I'm amazed that you are continuing to repeat this untruth every time the word "self-employed" is mentioned.

It is simply untrue that 14.75% of any employee's income is paid to State to fund their pension.

You can certainly argue that the balance between employer PRSI contributions, on the one hand, and employee/self-employed PRSI contributions, on the other, should be changed but that's a different argument.

In any event, that has absolutely nothing to do with the 5% USC surcharge imposed on the sef-employed, which is completely unjustifiable.


----------



## dub_nerd (9 Dec 2017)

Time to start an Irish Taxpayer's Alliance?

http://www.taxpayersalliance.com/


----------



## Brendan Burgess (9 Dec 2017)

Sarenco said:


> It is simply untrue that 14.75% of any employee's income is paid to State to fund their pension.



It goes into the social insurance fund, most of which is spent on the contributory pension. 

I would be happy to see complete equality between the self-employed and the PAYE sector. Both should have 14.75% PRSI contributed on their behalf. Then charge them the same USC and give them the same benefits. 
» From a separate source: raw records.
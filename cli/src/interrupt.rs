//! Ctrl-C: the first asks to finish what is running, the second ends at once.

use std::sync::atomic::{AtomicBool, Ordering};

/// The exit code of an interrupted run: 128 + SIGINT, as shells have it.
pub const EXIT_CODE: u8 = 130;

static ASKED: AtomicBool = AtomicBool::new(false);

/// From now on the first Ctrl-C only raises a flag.
pub fn listen() {
    // It can fail only where a handler is set already or the system has no signals; then Ctrl-C ends the program
    // at once, which the journal survives as well.
    let _ = ctrlc::set_handler(|| {
        if ASKED.swap(true, Ordering::SeqCst) {
            std::process::exit(i32::from(EXIT_CODE));
        }
    });
}

/// Whether the user wants to stop.
pub fn asked() -> bool {
    ASKED.load(Ordering::SeqCst)
}
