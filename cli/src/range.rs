//! A range of wavelengths on the command line: `588..591`.

use std::str::FromStr;

/// From one wavelength to another, in nm.
#[derive(Debug, Clone, Copy, PartialEq)]
pub struct RangeNm {
    /// The short end.
    pub low_nm: f64,
    /// The long end.
    pub high_nm: f64,
}

impl RangeNm {
    /// Whether a wavelength lies inside, ends included.
    pub fn contains(&self, wavelength_nm: f64) -> bool {
        (self.low_nm..=self.high_nm).contains(&wavelength_nm)
    }
}

/// Why a text is no range.
#[derive(Debug, thiserror::Error, PartialEq)]
#[non_exhaustive]
pub enum RangeError {
    /// There are not two numbers with two dots between.
    #[error("expected two wavelengths in nm with two dots between, for example 588..591")]
    NotARange,
    /// The order is wrong, or a number is not positive.
    #[error(
        "{low_nm} nm to {high_nm} nm does not rise from above 0 nm; the short wavelength comes first"
    )]
    NotRising {
        /// The first number.
        low_nm: f64,
        /// The second number.
        high_nm: f64,
    },
}

impl FromStr for RangeNm {
    type Err = RangeError;

    fn from_str(text: &str) -> Result<Self, RangeError> {
        let (low, high) = text.split_once("..").ok_or(RangeError::NotARange)?;
        let number = |part: &str| {
            part.trim()
                .parse::<f64>()
                .map_err(|_| RangeError::NotARange)
        };
        let (low_nm, high_nm) = (number(low)?, number(high)?);
        if low_nm > 0.0 && low_nm < high_nm && high_nm.is_finite() {
            Ok(RangeNm { low_nm, high_nm })
        } else {
            Err(RangeError::NotRising { low_nm, high_nm })
        }
    }
}

#[cfg(test)]
mod tests {
    use super::*;

    #[test]
    fn a_range_has_two_rising_wavelengths() {
        let range = RangeNm::from_str("588..591.5");
        assert_eq!(
            range,
            Ok(RangeNm {
                low_nm: 588.0,
                high_nm: 591.5
            })
        );
        assert_eq!(RangeNm::from_str("588-591"), Err(RangeError::NotARange));
        assert_eq!(RangeNm::from_str("a..b"), Err(RangeError::NotARange));
        assert!(matches!(
            RangeNm::from_str("591..588"),
            Err(RangeError::NotRising { .. })
        ));
        assert!(matches!(
            RangeNm::from_str("-1..588"),
            Err(RangeError::NotRising { .. })
        ));
        assert!(matches!(
            RangeNm::from_str("NaN..588"),
            Err(RangeError::NotRising { .. })
        ));
    }
}
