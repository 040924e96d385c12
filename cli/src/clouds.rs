//! The choice of a number of clouds and its evidence, for the eye and for programs.

use std::fmt::Write as _;

use backlit_inverse::clouds::Tried;
use serde_json::{Value, json};

/// Which number of clouds was chosen out of which.
pub struct Evidence {
    /// Clouds chosen.
    pub chosen: usize,
    /// What each number cost.
    pub tried: Vec<Tried>,
}

/// The N of `up-to-N`.
pub fn most(text: &str) -> Result<usize, String> {
    text.strip_prefix("up-to-")
        .and_then(|number| number.parse().ok())
        .filter(|most| (1..=3).contains(most))
        .ok_or_else(|| "expected up-to-1, up-to-2 or up-to-3".to_owned())
}

impl Evidence {
    /// As the field `clouds` of the answer.
    pub fn json(&self) -> Value {
        let tried: Vec<Value> = self
            .tried
            .iter()
            .map(|tried| {
                json!({
                    "clouds": tried.clouds,
                    "chi2": tried.chi_square,
                    "free_values": tried.free_values,
                    "channels": tried.channels,
                    "bic": tried.bic,
                    "all_detected": tried.all_detected,
                    "price_of_search": tried.price_of_search,
                })
            })
            .collect();
        json!({ "chosen": self.chosen, "tried": tried })
    }

    /// As a table below the answer.
    pub fn table(&self) -> String {
        let mut text = format!(
            "\n{:<8}  {:>14}  {:>11}  {:>14}  detected\n",
            "clouds", "chi-square", "free values", "BIC"
        );
        for tried in &self.tried {
            let mark = if tried.clouds == self.chosen {
                "  <- chosen"
            } else {
                ""
            };
            let _ = writeln!(
                text,
                "{:<8}  {:>14.2}  {:>11}  {:>14.2}  {:<8}{mark}",
                tried.clouds,
                tried.chi_square,
                tried.free_values,
                tried.bic,
                if tried.all_detected { "all" } else { "not all" },
            );
        }
        let _ = writeln!(
            text,
            "a further cloud must lower BIC, and chi-square by more than {:.1}, which a search finds in noise",
            self.tried.last().map_or(0.0, |tried| tried.price_of_search)
        );
        text
    }
}

#[cfg(test)]
mod tests {
    use super::*;

    #[test]
    fn a_number_of_clouds_is_one_to_three() {
        assert_eq!(most("up-to-3"), Ok(3));
        for wrong in ["3", "up-to-0", "up-to-4", "up-to-", "up-to-x"] {
            assert!(most(wrong).is_err(), "{wrong}");
        }
    }
}
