//! What goes to standard output and what to standard error.

use std::io::{self, IsTerminal, Write};

use serde::Serialize;

use crate::failure::Failure;

/// Data on standard output, everything else on standard error.
pub struct Console {
    json: bool,
    quiet: bool,
}

impl Console {
    /// `json`: one document and nothing else on standard output. `quiet`: no notes and no progress.
    pub fn new(json: bool, quiet: bool) -> Self {
        Console { json, quiet }
    }

    /// Whether a JSON document was asked for.
    pub fn json(&self) -> bool {
        self.json
    }

    /// Whether somebody looks at the progress.
    pub fn shows_progress(&self) -> bool {
        !self.quiet && io::stderr().is_terminal()
    }

    /// Writes text to standard output.
    pub fn print(&self, text: &str) -> Result<(), Failure> {
        let mut stdout = io::stdout().lock();
        stdout
            .write_all(text.as_bytes())
            .and_then(|()| stdout.flush())
            .map_err(Failure::stdout)
    }

    /// Writes one JSON document to standard output.
    pub fn print_json(&self, document: &impl Serialize) -> Result<(), Failure> {
        self.print(&json_text(document)?)
    }

    /// A note on standard error, unless quiet. What is said here is also in the result where it matters.
    pub fn note(&self, text: &str) {
        if !self.quiet {
            self.complain("note", text);
        }
    }

    /// A plain line on standard error, unless quiet.
    pub fn tell(&self, text: &str) {
        if !self.quiet {
            let _ = writeln!(io::stderr().lock(), "{text}");
        }
    }

    /// The reason why the program ends, on standard error.
    pub fn failure(&self, failure: &Failure) {
        self.complain("error", &failure.to_string());
    }

    fn complain(&self, kind: &str, text: &str) {
        // Where standard error is gone there is nobody left to tell.
        let _ = writeln!(io::stderr().lock(), "{kind}: {text}");
    }
}

/// A document as indented text with a line end; numbers that are not finite become `null`.
pub fn json_text(document: &impl Serialize) -> Result<String, Failure> {
    serde_json::to_string_pretty(document)
        .map(|text| text + "\n")
        .map_err(|source| Failure::Json { source })
}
The simplest of all would be to do as I have proposed and set up a personalised account for everyone and put the PRSI into that and pay out dole and pension and sick pay based on what is in the fund. 

But it's really annoying to hear the self-employed claiming that they are getting a bad deal, when they are getting a great deal. 



Brendan


----------



## Gordon Gekko (9 Dec 2017)

I don’t think it’s valid to compare the two (and I’m not self-employed).
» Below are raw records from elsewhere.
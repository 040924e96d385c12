//! The command line as a whole: what holds for every command.

use std::num::NonZeroU16;

use clap::{Parser, Subcommand};

/// Temperatures, columns, motion and background of thin gas seen against a continuum source.
#[derive(Debug, Parser)]
#[command(
    name = "backlit",
    version,
    arg_required_else_help = true,
    max_term_width = 80
)]
pub struct Arguments {
    /// One JSON document on standard output
    #[arg(long, global = true, help_heading = "Everywhere")]
    pub json: bool,

    /// No progress and no notes on standard error
    #[arg(long, short, global = true, help_heading = "Everywhere")]
    pub quiet: bool,

    /// Number of threads [default: one a core]
    #[arg(long, global = true, value_name = "N", help_heading = "Everywhere")]
    pub threads: Option<NonZeroU16>,

    /// What to do.
    #[command(subcommand)]
    pub command: Command,
}

/// The commands, one file each; the help of each stands there.
#[derive(Debug, Subcommand)]
pub enum Command {
    Species(crate::species::Species),
    Predict(crate::predict::Predict),
    Identify(crate::identify::Identify),
    Fit(crate::fit::Fit),
    Map(crate::map::Map),
    Limits(crate::limits::Limits),
}

#[cfg(test)]
mod tests {
    use super::*;
    use clap::CommandFactory;

    #[test]
    fn the_command_line_is_consistent() {
        Arguments::command().debug_assert();
    }

    #[test]
    fn every_option_has_a_short_help_that_fits_on_one_line() {
        let mut root = Arguments::command();
        root.build();
        for command in root.get_subcommands() {
            for argument in command.get_arguments() {
                let help = argument
                    .get_help()
                    .map(ToString::to_string)
                    .unwrap_or_default();
                assert!(
                    !help.is_empty(),
                    "{} {}",
                    command.get_name(),
                    argument.get_id()
                );
                assert!(help.chars().count() < 80, "{}: {help}", argument.get_id());
            }
        }
    }
}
10.75% Employer PRSI should not arise in respect of self-employed people.


----------



## Brendan Burgess (9 Dec 2017)

Hi Gordon

The cost of providing the benefits should be linked to the benefits provided.
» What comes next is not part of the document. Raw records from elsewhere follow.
//! The picture of an identification: the spectrum, and under it one row of lines a species.

use std::fmt::Write as _;

use backlit_inverse::identify::{Finding, Identification, LineState, Verdict};

const WIDTH: f64 = 1200.0;
const LEFT: f64 = 90.0;
const RIGHT: f64 = 20.0;
const TOP: f64 = 30.0;
const SPECTRUM_HEIGHT: f64 = 300.0;
const ROW: f64 = 26.0;
const AXIS: f64 = 46.0;
/// Rows of species: more would not be read.
const MOST_ROWS: usize = 30;

/// An SVG with its meaning in shapes as well as in shades: a full stroke is a seen line, an open circle a missing one,
/// a short grey stroke a blended one.
pub fn draw(
    centres_m: &[f64],
    intensity: &[f64],
    mask: &[bool],
    answer: &Identification,
) -> String {
    let rows: Vec<&Finding> = answer
        .species
        .iter()
        .filter(|f| matches!(f.verdict, Verdict::Present | Verdict::Possible))
        .take(MOST_ROWS)
        .collect();
    let bottom = TOP + SPECTRUM_HEIGHT;
    let height = bottom + AXIS + ROW * rows.len() as f64 + 34.0;
    let (low_m, high_m) = (centres_m[0], centres_m[centres_m.len() - 1]);
    let x = |m: f64| LEFT + (WIDTH - LEFT - RIGHT) * (m - low_m) / (high_m - low_m);
    let used = || (0..centres_m.len()).filter(|&k| !mask[k] && intensity[k].is_finite());
    let low = used().map(|k| intensity[k]).fold(f64::INFINITY, f64::min);
    let high = used()
        .map(|k| intensity[k])
        .fold(f64::NEG_INFINITY, f64::max);
    let y = |v: f64| bottom - SPECTRUM_HEIGHT * (v - low) / (high - low).max(f64::MIN_POSITIVE);
    let mut svg = format!(
        "<svg xmlns=\"http://www.w3.org/2000/svg\" viewBox=\"0 0 {WIDTH} {height}\" font-family=\"sans-serif\" font-size=\"13\">\n\
         <rect width=\"100%\" height=\"100%\" fill=\"#ffffff\"/>\n"
    );
    let path = |values: &dyn Fn(usize) -> f64| -> String {
        let mut path = String::new();
        let mut pen_down = false;
        for k in 0..centres_m.len() {
            if mask[k] || !values(k).is_finite() {
                pen_down = false;
                continue;
            }
            let _ = write!(
                path,
                "{}{:.1} {:.1}",
                if pen_down { "L" } else { "M" },
                x(centres_m[k]),
                y(values(k)).clamp(TOP, bottom)
            );
            pen_down = true;
        }
        path
    };
    let _ = writeln!(
        svg,
        "<path d=\"{}\" fill=\"none\" stroke=\"#8a8a8a\" stroke-dasharray=\"5 4\"/>",
        path(&|k| answer.continuum[k])
    );
    let _ = writeln!(
        svg,
        "<path d=\"{}\" fill=\"none\" stroke=\"#123a5c\" stroke-width=\"1\"/>",
        path(&|k| intensity[k])
    );
    for nm in ticks(low_m * 1e9, high_m * 1e9) {
        let at = x(nm * 1e-9);
        let _ = writeln!(
            svg,
            "<path d=\"M{at:.1} {bottom}V{:.1}\" stroke=\"#444444\"/><text x=\"{at:.1}\" y=\"{:.1}\" text-anchor=\"middle\">{nm}</text>",
            bottom + 6.0,
            bottom + 20.0
        );
    }
    let _ = writeln!(
        svg,
        "<path d=\"M{LEFT} {bottom}H{:.1}\" stroke=\"#444444\"/>\
         <text x=\"{:.1}\" y=\"{:.1}\" text-anchor=\"middle\">vacuum wavelength, nm</text>",
        WIDTH - RIGHT,
        0.5 * (LEFT + WIDTH - RIGHT),
        bottom + 36.0
    );
    for (row, finding) in rows.iter().enumerate() {
        let middle = bottom + AXIS + ROW * (row as f64 + 0.5);
        let certain = finding.verdict == Verdict::Present;
        let shade = if certain { "#0b6e4f" } else { "#9a6a00" };
        let _ = writeln!(
            svg,
            "<g><title>{}: {}</title><text x=\"{:.1}\" y=\"{:.1}\" text-anchor=\"end\" fill=\"{shade}\">{}{}</text>\
             <path d=\"M{LEFT} {middle:.1}H{:.1}\" stroke=\"#e4e4e4\"/>",
            finding.name,
            finding.verdict,
            LEFT - 8.0,
            middle + 4.5,
            finding.name,
            if certain { "" } else { " ?" },
            WIDTH - RIGHT
        );
        for line in &finding.lines {
            let at = x(line.observed_vac_m);
            let _ = match line.state {
                LineState::Seen => writeln!(
                    svg,
                    "<path d=\"M{at:.1} {:.1}V{:.1}\" stroke=\"{shade}\" stroke-width=\"2\"/>",
                    middle - 10.0,
                    middle + 10.0
                ),
                LineState::Missing => writeln!(
                    svg,
                    "<circle cx=\"{at:.1}\" cy=\"{middle:.1}\" r=\"4\" fill=\"none\" stroke=\"#b3261e\" stroke-width=\"1.5\"/>"
                ),
                LineState::Blended => writeln!(
                    svg,
                    "<path d=\"M{at:.1} {:.1}V{:.1}\" stroke=\"#8a8a8a\" stroke-width=\"2\"/>",
                    middle - 4.0,
                    middle + 4.0
                ),
                LineState::Weak | LineState::Outside => Ok(()),
            };
        }
        svg.push_str("</g>\n");
    }
    let _ = writeln!(
        svg,
        "<text x=\"{LEFT}\" y=\"{:.1}\" fill=\"#444444\">long stroke: seen · circle: expected and missing · short grey stroke: blended · ?: possible · dashes: smooth light</text>\n</svg>",
        height - 12.0
    );
    svg
}

/// Round wavelengths, five to twelve of them.
fn ticks(low_nm: f64, high_nm: f64) -> Vec<f64> {
    let rough = (high_nm - low_nm) / 8.0;
    let decade = 10.0_f64.powf(rough.log10().floor());
    let step = [1.0, 2.0, 5.0, 10.0]
        .into_iter()
        .map(|m| m * decade)
        .find(|step| *step >= rough)
        .unwrap_or(decade);
    let mut out = Vec::new();
    let mut tick = (low_nm / step).ceil();
    while tick * step <= high_nm {
        // Through text, so that no digits show that only rounding made.
        out.push(format!("{:.6}", tick * step).parse().unwrap_or(tick * step));
        tick += 1.0;
    }
    out
}

#[cfg(test)]
mod tests {
    use super::*;

    #[test]
    fn ticks_are_round_and_inside() {
        assert_eq!(
            ticks(588.0, 591.0),
            [588.0, 588.5, 589.0, 589.5, 590.0, 590.5, 591.0]
        );
        assert!(
            ticks(280.0, 4000.0)
                .iter()
                .all(|t| (280.0..=4000.0).contains(t))
        );
    }
}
There is no way that a PRSI rate of 4% on self-employed pays for a pension for life. 

There is no reason to distinguish between the employed and the self-employed, either in terms of contributions or benefits. 

Brendan


----------



## Gordon Gekko (9 Dec 2017)

I’m not convinced Brendan. The people most affected by the 55% rate tend to be high-earning professionals whose 4% is enough to pay their pension and a few other people’s too. But I agree with your point that benefits and contributions should be linked. The Partner on €1m a year should get more than €12k a year for his massive PRSI contributions.


----------



## Brendan Burgess (9 Dec 2017)

Gordon Gekko said:


> The Partner on €1m a year should get more than €12k a year for his massive PRSI contributions.



He pays €40k a year

An employee on "only" €275k contributes the same amount of PRSI and gets the same pension. 

Social insurance should be roughly speaking you get out what you put in allowing for some insurance element.

We should deal with inequality through the taxation system. 

Brendan


----------



## Gordon Gekko (9 Dec 2017)

Brendan Burgess said:


> He pays €40k a year
> 
> An employee on "only" €275k contributes the same amount of PRSI and gets the same pension.
> 
> ...



But the employee doesn’t contribute it...his/her employer does!

They’re not comparable.


----------



## Brendan Burgess (9 Dec 2017)

They are directly comparable. 

They are contributions to a fund which is supposed to fund the social welfare and pensions system. 

It's like saying that an employer's contributions to an employee pension scheme are not comparable to a self-employed person's contributions. 

If I am being paid €40k and my employer is contributing €4k to a pension fund, it's the equivalent of a salary of €44k.  Which is the same as a self-employed person earning €44k who puts €4k in a pension scheme. 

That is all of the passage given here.